Speaker 2:Yeah. Motherhood anchored me here. I think if I didn't have kids, I would be that person living in a cave for sure. But it forced me to stop trying to escape this experience and my humanness and to really live here fully. And once I had kids, especially my younger son, there was no escaping. And the only option was to be with it, to move through it and to change my mind about it all. My younger son definitely is one of my biggest teachers, and he's a mirror showing me every single place. I'm still reactive, I'm still controlling, I'm afraid. Every idea or concept I've held about myself or how awake I thought I was, or whatever, it's questioned through him being my mirror. And it's reflected back to me to get really real and honest all of the time. And that brought me so deep into my inner child of realizing as well that I was extremely dysregulated as a child. He would externalize everything that wasn't okay. I internalized everything that wasn't okay. And so to parent, to stay present with him, I've had to and continuously have to meet every corner of my own inner child. And it's been the deepest work of my life. For many years, I wasn't a safe person for him. I reacted to his feelings because they triggered my own. And after swimming in that for a while, I at some point, I it's like I came to the decision, to the conscious choice that I'm going to be his safe person. So whatever comes up for him and my other child, like but whatever state they're in, I'm there unwavering. And I'm not trying to solve their feelings, and I'm not trying to make them more appropriate and not scolding or shaming. But that choice to be the safe person was the deepest work I've had to do. And so this is taking these spiritual concepts and having to embody them in the most challenged times. And apparently by apologizing a lot and by repairing, and by listening to them and actually getting curious about who they are as opposed to what I think they should be. Somebody said this to me in one of my retreats when she had a very deep experience of what it means to trust herself. And she said, I trust that I will change my mind. And that really hit me. So I like recognize that in my parenting. I trust that I have the ability to change my mind over and over again when I meet the limitation of a belief I hold.
Speaker 1:Right.
Speaker 2:When I meet a perspective that I'm like, oh, it's it should be like this. This is what everyone else is doing. This is what how I was parenting. It's like I trust that I have the capacity to meet that mental construct, turn towards it, face it, question it, get curious about it, and allow it to change if it needs to. And I'm doing this over and over. Very conscious parenting. Yeah. But from starting from a very unconscious state, even though I thought I was awakened very spiritually. Motherhood is the path I didn't know I needed and a very accelerated path that is very hard.
Speaker 1:Yeah. Yeah, it's a constant test. So, how do you model spirituality so that your sons can understand it or access it?

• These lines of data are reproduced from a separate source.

#!/usr/bin/python3
"""compare.py: fitfarm's overhead against two baselines, in one invocation on
one machine, with the store on and durable (synchronous=FULL).

Each figure is the median of --repeats runs (default 3):
  wire      bench_wire: a bare ZeroMQ client -> broker -> 2 workers pipeline,
            256 credits per worker, one message per job and 64 jobs per
            message, no store, no keys, no child process; and its round trip;
  python    multiprocessing.Pool(2).map of the same sphere function over the
            same genomes, default chunks (pool started before the clock);
  library   bench_throughput --store DIR: libfitfarm -> fitfarm-broker (store
            in a fresh folder) -> 2 workers of 1 slot over TCP loopback, fresh
            genomes; round trip with 1 worker; answers from the cache; 2 slots
            of 5 ms evaluations (the spin plugin);
  cli       fitfarm eval (JSON Lines in and out) against a real fitfarm-broker
            and 2 fitfarm-worker processes, fresh genomes;
  fsync     the median time of write(4 KiB) + fsync in the store's folder.
Then the ratios the performance targets are stated in (README, "Performance").

Run from the source tree after a Release build:
    /usr/bin/python3 tests/bench/compare.py [--build build] [--count 100000]
        [--repeats 3] [--scaling]
--scaling adds the library figure for 10,000, 100,000 and 1,000,000
evaluations with the broker's peak memory and the store's size at each.
Processes started here are ended by PID."""
import argparse
import json
import multiprocessing
import os
import re
import shutil
import signal
import statistics
import subprocess
import sys
import tempfile
import time

HERE = os.path.dirname(os.path.abspath(__file__))
SOURCE = os.path.normpath(os.path.join(HERE, "..", ".."))
DIM = 8


def genome(i, base):
    return [base + i * 1e-3 + d for d in range(DIM)]


def sphere(x):
    """Sum of squares (De Jong 1975), the function every side evaluates."""
    return sum(v * v for v in x)


def figures(text):
    """'name: value unit' lines -> {name: float}."""
    out = {}
    for line in text.splitlines():
        m = re.match(r"^([a-z0-9_]+): (-?[0-9.]+) ", line)
        if m:
            out[m.group(1)] = float(m.group(2))
    return out


def run(cmd, timeout=1800):
    r = subprocess.run(cmd, capture_output=True, text=True, timeout=timeout)
    if r.returncode != 0:
        sys.exit(f"compare: {' '.join(cmd)} failed ({r.returncode}):\n{r.stderr[-2000:]}")
    return figures(r.stdout)


def wire(build, count):
    exe = os.path.join(build, "tests", "bench", "bench_wire")
    f = run([exe, "thr", "2", "256", "1", str(count)])
    f.update(run([exe, "thr", "2", "256", "64", str(count)]))
    f.update(run([exe, "rtt", "500"]))
    return {"wire_per_job": f["wire_2workers_batch1"], "wire_batched": f["wire_2workers_batch64"],
            "wire_rtt_us": f["wire_rtt_median"]}


def python_pool(count):
    tasks = [genome(i, 0.0) for i in range(count)]
    expect = [sphere(x) for x in tasks]
    with multiprocessing.Pool(2) as pool:
        pool.map(sphere, tasks[:1000])  # warm-up: the pool's processes exist
        t0 = time.perf_counter()
        got = pool.map(sphere, tasks)
        el = time.perf_counter() - t0
    if got != expect:
        sys.exit("compare: the Python pool gave wrong results")
    return {"python_pool": count / el}


def library(build, count, tmp):
    store = tempfile.mkdtemp(dir=tmp, prefix="store-")
    exe = os.path.join(build, "tests", "bench", "bench_throughput")
    f = run([exe, "--count", str(count), "--rtt-samples", "300", "--store", store,
             "--no-embedded", "--no-generations", "--busy", "400"])
    shutil.rmtree(store, ignore_errors=True)
    return {"library": f["tcp_2workers_throughput"], "library_rtt_us": f["tcp_1worker_rtt_median"],
            "cached": f["tcp_cached_throughput"], "busy_5ms": f["tcp_2slots_5ms_busy"]}


def wait_file(path, proc, what, seconds=20):
    deadline = time.time() + seconds
    while time.time() < deadline:
        if proc.poll() is not None:
            sys.exit(f"compare: {what} exited with {proc.returncode}")
        if os.path.exists(path):
            return open(path).read()
        time.sleep(0.02)
    sys.exit(f"compare: {what} did not start")


def cli(build, count, tmp):
    """fitfarm eval through a real broker with 2 one-slot workers."""
    work = tempfile.mkdtemp(dir=tmp, prefix="cli-")
    procs = []
    try:
        epfile = os.path.join(work, "endpoints")
        log = open(os.path.join(work, "daemons.log"), "wb")
        b = subprocess.Popen([os.path.join(build, "broker", "fitfarm-broker"), "--insecure",
                              "--clients", "tcp://127.0.0.1:*", "--workers", "tcp://127.0.0.1:*",
                              "--store", os.path.join(work, "store"), "--endpoints-file", epfile],
                             stdout=subprocess.DEVNULL, stderr=log)
        procs.append(b)
        eps = dict(l.split(" ", 1) for l in wait_file(epfile, b, "fitfarm-broker").split("\n") if l)
        for i in range(2):
            ready = os.path.join(work, f"ready{i}")
            w = subprocess.Popen([os.path.join(build, "worker", "fitfarm-worker"), "--insecure",
                                  "--broker", eps["workers"].strip(), "--slots", "1",
                                  "--ready-file", ready, "--name", f"w{i}"],
                                 stdout=subprocess.DEVNULL, stderr=log)
            procs.append(w)
            wait_file(ready, w, "fitfarm-worker")
        time.sleep(1)  # both registered with the broker
        base = 1e7 + time.time()  # fresh genomes: the cache never answers
        text = "".join(json.dumps(genome(i, base)) + "\n" for i in range(count))
        t0 = time.perf_counter()
        r = subprocess.run([os.path.join(build, "client", "fitfarm"), "eval", "--insecure", "--quiet",
                            "--broker", eps["clients"].strip(), "--plugin", "sphere"],
                           input=text, capture_output=True, text=True, timeout=1800)
        el = time.perf_counter() - t0
        lines = r.stdout.splitlines()
        if r.returncode != 0 or len(lines) != count:
            sys.exit(f"compare: fitfarm eval: {r.returncode}, {len(lines)} lines: {r.stderr[-1000:]}")
        last = json.loads(lines[-1])
        if last.get("status") != "ok" or last["fitness"][0] != sphere(genome(count - 1, base)):
            sys.exit(f"compare: fitfarm eval gave a wrong result: {lines[-1]}")
        return {"cli": count / el}
    finally:
        for p in procs:
            if p.poll() is None:
                p.send_signal(signal.SIGTERM)
        for p in procs:
            try:
                p.wait(timeout=10)
            except subprocess.TimeoutExpired:
                p.kill()
                p.wait()
        shutil.rmtree(work, ignore_errors=True)


def fsync_us(tmp, n=200):
    path = os.path.join(tmp, "fsync-probe")
    fd = os.open(path, os.O_WRONLY | os.O_CREAT, 0o600)
    t = []
    try:
        for _ in range(n):
            t0 = time.perf_counter()
            os.write(fd, b"x" * 4096)
            os.fsync(fd)
            t.append((time.perf_counter() - t0) * 1e6)
    finally:
        os.close(fd)
        os.unlink(path)
    return {"fsync_us": statistics.median(t)}


def scaling(build, tmp):
    exe = os.path.join(build, "tests", "bench", "bench_throughput")
    print("\nscaling (library, 2 workers, store on; one run each):")
    print(f"{'evaluations':>12} {'evals/s':>9} {'broker peak':>12} {'store':>10} {'store/eval':>11}")
    for n in (10000, 100000, 1000000):
        store = tempfile.mkdtemp(dir=tmp, prefix="scale-")
        f = run([exe, "--count", str(n), "--store", store, "--no-embedded", "--no-generations",
                 "--no-1worker"], timeout=3600)
        shutil.rmtree(store, ignore_errors=True)
        # The cached pass adds n requests and no evaluations to the store.
        print(f"{n:>12} {f['tcp_2workers_throughput']:>9.0f} {f['broker_peak_rss'] / 1024:>9.1f} MiB"
              f" {f['store_size'] / 2**20:>6.1f} MiB {f['store_size'] / n:>7.0f} B", flush=True)


def main():
    ap = argparse.ArgumentParser(description=__doc__.split("\n")[0])
    ap.add_argument("--build", default=os.path.join(SOURCE, "build"))
    ap.add_argument("--count", type=int, default=100000)
    ap.add_argument("--repeats", type=int, default=3)
    ap.add_argument("--scaling", action="store_true")
    a = ap.parse_args()
    if a.repeats < 1 or a.count < 1000:
        sys.exit("compare: --repeats >= 1 and --count >= 1000")
    tmp = tempfile.mkdtemp(prefix="fitfarm-compare-")
    try:
        samples = {}
        load0 = open("/proc/loadavg").read().split()[0]
        for rep in range(a.repeats):
            for part in (lambda: wire(a.build, a.count), lambda: python_pool(a.count),
                         lambda: library(a.build, a.count, tmp), lambda: cli(a.build, a.count, tmp),
                         lambda: fsync_us(tmp)):
                for k, v in part().items():
                    samples.setdefault(k, []).append(v)
            print(f"repeat {rep + 1} of {a.repeats} done", file=sys.stderr, flush=True)
        m = {k: statistics.median(v) for k, v in samples.items()}
        units = {"_us": "us", "busy_5ms": "%"}
        print(f"cpus: {os.cpu_count()}; {a.count} trivial evaluations per throughput figure; "
              f"median of {a.repeats}; load average at the start {load0}, at the end "
              f"{open('/proc/loadavg').read().split()[0]} (other jobs take CPU from every figure, "
              f"most of all from the 5 ms one, whose ceiling assumes two idle cores)")
        for k in sorted(m):
            unit = next((u for s, u in units.items() if k.endswith(s) or k == s), "per s")
            print(f"{k}: {m[k]:.1f} {unit}  (runs: {', '.join(f'{x:.0f}' for x in samples[k])})")
        rows = [
            ("library / wire, one message per job", m["library"] / m["wire_per_job"], ">=", 0.7),
            ("library / Python pool", m["library"] / m["python_pool"], ">=", 1.0),
            ("fitfarm eval / library", m["cli"] / m["library"], ">=", 0.8),
            ("round trip / (wire round trip + fsync)",
             m["library_rtt_us"] / (m["wire_rtt_us"] + m["fsync_us"]), "<=", 1.15),
            ("2 slots of 5 ms busy, % of the ceiling", m["busy_5ms"], ">=", 97.0),
            ("answers from the cache per s", m["cached"], ">=", 300000.0),
        ]
        print("\nratio                                        measured  target  met")
        for name, v, op, target in rows:
            met = v >= target if op == ">=" else v <= target
            print(f"{name:<44} {v:>9.3f}  {op}{target:<6g} {'yes' if met else 'no'}")
        if a.scaling:
            scaling(a.build, tmp)
    finally:
        shutil.rmtree(tmp, ignore_errors=True)


if __name__ == "__main__":
    main()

Speaker 2:I definitely don't push spirituality on my kids. They see me changing my ways with them. They see and hear me being more and more patient, more understanding, more compassionate. So to do that, they're not hearing me speak of me cultivating qualities of peer awareness, but they're they're getting that model to them because they're experiencing it. And then my home that they're in all the time, they may not understand, like the objects I have in my home are very intentional. The energy in my home is very intentional. And so they're absorbing it without me saying anything. They walk in and they they can sense and feel that the space is alive. They see me do meditation. They know that that I'm gonna wake up and I'm going to sit and do nothing, and they don't totally understand that. But sometimes my younger son will come and he'll just sit beside me, but I don't force, and only when they ask what I'm doing, then do I invite them in.
Speaker 1:Okay. That's great. Now, what would you say to some listeners who are mothers that might look at spirituality as a to-do item that you know that they're gonna do later in life when their children are grown?
Speaker 2:Yeah, I see this from a few different perspectives. There's some cultures like India that set up the four stages of life. It's very embedded into their culture. So that householder life is a very important time on the path. This is when you fulfill your duties and you're here and it's your full responsibility. And then after householder life, you go to ashram life and you devote your time and focus entirely to God or two. But I think this is the path. This is motherhood, is the practice. This is it. If we're waiting for that very specific time, we're missing what's here right now. It's not separate. It's the most intense initiation I've ever known. I think that if I followed the path that I thought I was gonna follow, like living in a cave or who knows? Yeah, it may have been actually a slower path. I think also motherhood, this is this is the teachings and the practices of being humbled. Yeah. It's just just by being in what you're in, you're getting humbled over and over again. It breaks you. And it's a call to practice and cultivate loving all the parts that are so not easy to love or messy, exhausting.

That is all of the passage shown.